The task:
Provide again, from the entries below, every line from the one containing "if (typeof on" through the one containing "the Atlantic. */", exactly as written, and no other line.

Dataset items
▬▬▬
/**
 * May this instrument's readings go into submitted data on a given day? One rule for every screen and
 * route: an instrument past its calibration due date (or with no due date on record) needs a stated
 * reason; a retired one cannot be used for readings taken after it was retired.
 *
 * Dates are calendar dates (YYYY-MM-DD). An instrument is in calibration through its due date: "due
 * 2027-03-10" means it may be used on 10 March and is past due from 11 March (common practice: the
 * label gives the last day of validity).
 */

export interface UsabilityInput {
  serial: string;
  /** YYYY-MM-DD or null. */
  calibrationDueOn: string | null;
  /** Date, ISO string, or null. */
  retiredAt: Date | string | null;
}

export type UsabilityStatus = "ok" | "due-soon" | "overdue" | "no-due-date" | "retired";

export interface InstrumentUsability {
  status: UsabilityStatus;
  /** True when readings with it may be submitted without a stated reason. */
  ok: boolean;
  /** True when it may be used on submitted data only with a stated reason (overdue, or no due date on record). */
  reasonRequired: boolean;
  /** False only for a retired instrument: no reason makes it usable for readings after retirement. */
  usable: boolean;
  /** Days from the reading date to the due date: 12 = due in 12 days, −3 = three days past due, null without a due date. */
  daysUntilDue: number | null;
  /** A sentence for the screen: "Calibration due in 12 days", "Past due since 3 Oct 2026". */
  message: string;
}

/** Due within this many days counts as "due soon": a month's warning to book the laboratory (our choice). */
export const DUE_SOON_DAYS = 30;

/** A reason must say something: at least this many characters (our choice; "ok" is not a reason). */
export const MIN_REASON_LENGTH = 10;

const DAY_MS = 86_400_000;
const ISO_DATE = /^(\d{4})-(\d{2})-(\d{2})$/;

/** The calendar date of a moment in the runtime's time zone, or a YYYY-MM-DD string checked and returned as is. */
export function calendarDate(on: Date | string): string {
  if (typeof on === "string") {
    const m = ISO_DATE.exec(on);
    if (m) {
      if (!validDate(on)) throw new RangeError(`${on} is not a calendar date.`);
      return on;
    }
    on = new Date(on);
  }
  if (Number.isNaN(on.getTime())) throw new RangeError("The date is not valid.");
  const pad = (n: number) => String(n).padStart(2, "0");
  return `${on.getFullYear()}-${pad(on.getMonth() + 1)}-${pad(on.getDate())}`;
}

function validDate(iso: string): boolean {
  const m = ISO_DATE.exec(iso);
  if (!m) return false;
  const d = new Date(Date.UTC(Number(m[1]), Number(m[2]) - 1, Number(m[3])));
  return d.getUTCFullYear() === Number(m[1]) && d.getUTCMonth() === Number(m[2]) - 1 && d.getUTCDate() === Number(m[3]);
}

function dayNumber(iso: string): number {
  const m = ISO_DATE.exec(iso)!;
  return Date.UTC(Number(m[1]), Number(m[2]) - 1, Number(m[3])) / DAY_MS;
}

/** Whole days from `from` to `to` (calendar dates). */
export function daysBetween(from: string, to: string): number {
  return dayNumber(to) - dayNumber(from);
}

const MONTHS = ["Jan", "Feb", "Mar", "Apr", "May", "Jun", "Jul", "Aug", "Sep", "Oct", "Nov", "Dec"];
/** "3 Oct 2026": unambiguous for readers on either side of the Atlantic. */
export function formatCalendarDate(iso: string): string {
  const m = ISO_DATE.exec(iso);
  if (!m) return iso;
  return `${Number(m[3])} ${MONTHS[Number(m[2]) - 1]} ${m[1]}`;
}

function lowerFirst(s: string): string {
  return s.charAt(0).toLowerCase() + s.slice(1);
}

function plural(n: number, word: string): string {
  return `${n} ${word}${n === 1 ? "" : "s"}`;
}

/**
 * Whether an instrument may be used for readings taken on `onDate` (a Date, taken in the runtime's
 * time zone, or the site's calendar date as YYYY-MM-DD).
 */
export function instrumentUsability(instrument: UsabilityInput, onDate: Date | string): InstrumentUsability {
  const day = calendarDate(onDate);
  if (instrument.retiredAt !== null) {
    const retiredDay = calendarDate(instrument.retiredAt);
    if (daysBetween(retiredDay, day) >= 0) {
      return {
        status: "retired",
        ok: false,
        reasonRequired: false,
        usable: false,
        daysUntilDue: instrument.calibrationDueOn ? daysBetween(day, instrument.calibrationDueOn) : null,
        message: `Retired on ${formatCalendarDate(retiredDay)}; choose another instrument`,
      };
    }
  }
  if (!instrument.calibrationDueOn) {
    return {
      status: "no-due-date",
      ok: false,
      reasonRequired: true,
      usable: true,
      daysUntilDue: null,
      message: "No calibration due date on record",
    };
  }
  const days = daysBetween(day, instrument.calibrationDueOn);
  if (days < 0) {
    const since = formatCalendarDate(calendarDateAfter(instrument.calibrationDueOn, 1));
    return {
      status: "overdue",
      ok: false,
      reasonRequired: true,
      usable: true,
      daysUntilDue: days,
      message: `Calibration past due since ${since} (${plural(-days, "day")})`,
    };
  }
  const message = days === 0 ? "Calibration due today" : `Calibration due in ${plural(days, "day")}`;
  return { status: days <= DUE_SOON_DAYS ? "due-soon" : "ok", ok: true, reasonRequired: false, usable: true, daysUntilDue: days, message };
}

function calendarDateAfter(iso: string, days: number): string {
  const d = new Date((dayNumber(iso) + days) * DAY_MS);
  return d.toISOString().slice(0, 10);
}

export interface InstrumentUse {
  /** The field that named the instrument, for the error: "instrumentId", "probeInstrumentId"… */
  field: string;
  instrument: UsabilityInput;
}

/**
 * The check to run when readings are submitted: every instrument used must be usable on the reading
 * date, and any that is past due (or has no due date) needs `reason` (at least MIN_REASON_LENGTH
 * characters). Returns field errors in the API's shape, or null when the submission may go ahead.
 * `reasonField` names the reason's field in the error ("overdueReason" by default).
 */
export function calibrationProblems(
  uses: readonly InstrumentUse[],
  onDate: Date | string,
  reason: string,
  reasonField = "overdueReason",
): Record<string, string> | null {
  const fields: Record<string, string> = {};
  const needingReason: string[] = [];
  for (const use of uses) {
    const u = instrumentUsability(use.instrument, onDate);
    if (!u.usable) fields[use.field] = `Instrument ${use.instrument.serial}: ${lowerFirst(u.message)}.`;
    else if (u.reasonRequired) needingReason.push(`${use.instrument.serial} (${lowerFirst(u.message)})`);
  }
  if (needingReason.length > 0 && reason.trim().length < MIN_REASON_LENGTH) {
    fields[reasonField] =
      `State why ${needingReason.join(" and ")} ${needingReason.length === 1 ? "was" : "were"} used on ${formatCalendarDate(calendarDate(onDate))}` +
      ` (at least ${MIN_REASON_LENGTH} characters); got ${reason.trim() === "" ? "nothing" : JSON.stringify(reason.trim())}.`;
  }
  return Object.keys(fields).length > 0 ? fields : null;
}
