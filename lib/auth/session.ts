import "server-only";
import { getIronSession, unsealData, type SessionOptions } from "iron-session";
import { cookies } from "next/headers";
import { defaultDataDir, demoMode } from "@/db/client";
import { resolveSessionSecret } from "./secret";

export interface SessionData {
  userId?: string;
  /** The user's session version at sign-in; the session is void once the user's version moves on. Absent in cookies sealed before versions existed (version 1). */
  sv?: number;
}

/** The cookie name over plain HTTP (the demo on localhost). */
export const SESSION_COOKIE = "airtally_session";
/**
 * Over HTTPS the name carries the `__Host-` prefix: browsers then accept the cookie only when it is
 * Secure, has Path=/ and no Domain, so a sibling subdomain cannot plant or overwrite it.
 */
export const SECURE_SESSION_COOKIE = `__Host-${SESSION_COOKIE}`;

/** Production is served over HTTPS; the demo runs a production build on plain http://localhost. */
export function servedOverHttps(): boolean {
  return process.env.NODE_ENV === "production" && !demoMode();
}

export function sessionCookieName(): string {
  return servedOverHttps() ? SECURE_SESSION_COOKIE : SESSION_COOKIE;
}

let options: SessionOptions | undefined;

export function sessionOptions(): SessionOptions {
  options ??= {
    cookieName: sessionCookieName(),
    password: resolveSessionSecret(defaultDataDir()),
    ttl: 60 * 60 * 12, // a working day on site
    cookieOptions: {
      httpOnly: true,
      sameSite: "lax",
      secure: servedOverHttps(),
      path: "/",
    },
  };
  return options;
}

export async function getSession() {
  return getIronSession<SessionData>(await cookies(), sessionOptions());
}

/**
 * Unsealed cookies, remembered briefly: unsealing derives a key (PBKDF2) and decrypts on every
 * request, which showed up in the load profile. A sealed value always opens to the same data, so
 * the only thing a cache could stretch is the cookie's own expiry, by at most UNSEAL_CACHE_MS;
 * revocation does not depend on it (the session version is compared with the user row each time).
 */
const UNSEAL_CACHE_MS = 30_000;
const UNSEAL_CACHE_SIZE = 5_000;
const unsealed = new Map<string, { data: SessionData; until: number }>();

/** The session of this request, for reading (sign-in and sign-out write through getSession). */
export async function readSession(): Promise<SessionData> {
  const opts = sessionOptions();
  const seal = (await cookies()).get(opts.cookieName)?.value;
  if (!seal) return {};
  const now = Date.now();
  const hit = unsealed.get(seal);
  if (hit && hit.until > now) return hit.data;
  const data = await unsealData<SessionData>(seal, { password: opts.password, ttl: opts.ttl });
  if (unsealed.size >= UNSEAL_CACHE_SIZE) unsealed.delete(unsealed.keys().next().value!);
  unsealed.set(seal, { data, until: now + UNSEAL_CACHE_MS });
  return data;
}

/** True when the session was sealed for the user's current session version. */
export function sessionIsCurrent(session: SessionData, userSessionVersion: number): boolean {
  return (session.sv ?? 1) === userSessionVersion;
}
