import type { NextRequest } from "next/server";
import { getReportByCode } from "@/db/queries/reports";
import { normaliseVerificationCode } from "@/lib/server/report-codes";
import { signatureResponse } from "@/lib/server/reports-http";
import { jsonError } from "@/lib/server/route";

export const dynamic = "force-dynamic";

/** Public: the signature of the report issued under a verification code (it proves nothing without the file). */
export async function GET(_req: NextRequest, ctx: { params: Promise<{ code: string }> }) {
  try {
    const code = normaliseVerificationCode((await ctx.params).code);
    const found = code ? await getReportByCode({ code }) : null;
    if (!found) return jsonError(404, "No report was issued under that verification code.");
    return signatureResponse(found.report);
  } catch (err) {
    console.error("[api] GET /api/v1/reports/{code}/signature failed", err);
    return jsonError(500, "Something went wrong on the server; try again.");
  }
}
▬▬▬
Task solution:
  if (typeof on === "string") {
    const m = ISO_DATE.exec(on);
    if (m) {
      if (!validDate(on)) throw new RangeError(`${on} is not a calendar date.`);
      return on;
    }
    on = new Date(on);
  }
  if (Number.isNaN(on.getTime())) throw new RangeError("The date is not valid.");
  const pad = (n: number) => String(n).padStart(2, "0");
  return `${on.getFullYear()}-${pad(on.getMonth() + 1)}-${pad(on.getDate())}`;
}

function validDate(iso: string): boolean {
  const m = ISO_DATE.exec(iso);
  if (!m) return false;
  const d = new Date(Date.UTC(Number(m[1]), Number(m[2]) - 1, Number(m[3])));
  return d.getUTCFullYear() === Number(m[1]) && d.getUTCMonth() === Number(m[2]) - 1 && d.getUTCDate() === Number(m[3]);
}

function dayNumber(iso: string): number {
  const m = ISO_DATE.exec(iso)!;
  return Date.UTC(Number(m[1]), Number(m[2]) - 1, Number(m[3])) / DAY_MS;
}

/** Whole days from `from` to `to` (calendar dates). */
export function daysBetween(from: string, to: string): number {
  return dayNumber(to) - dayNumber(from);
}

const MONTHS = ["Jan", "Feb", "Mar", "Apr", "May", "Jun", "Jul", "Aug", "Sep", "Oct", "Nov", "Dec"];
/** "3 Oct 2026": unambiguous for readers on either side of the Atlantic. */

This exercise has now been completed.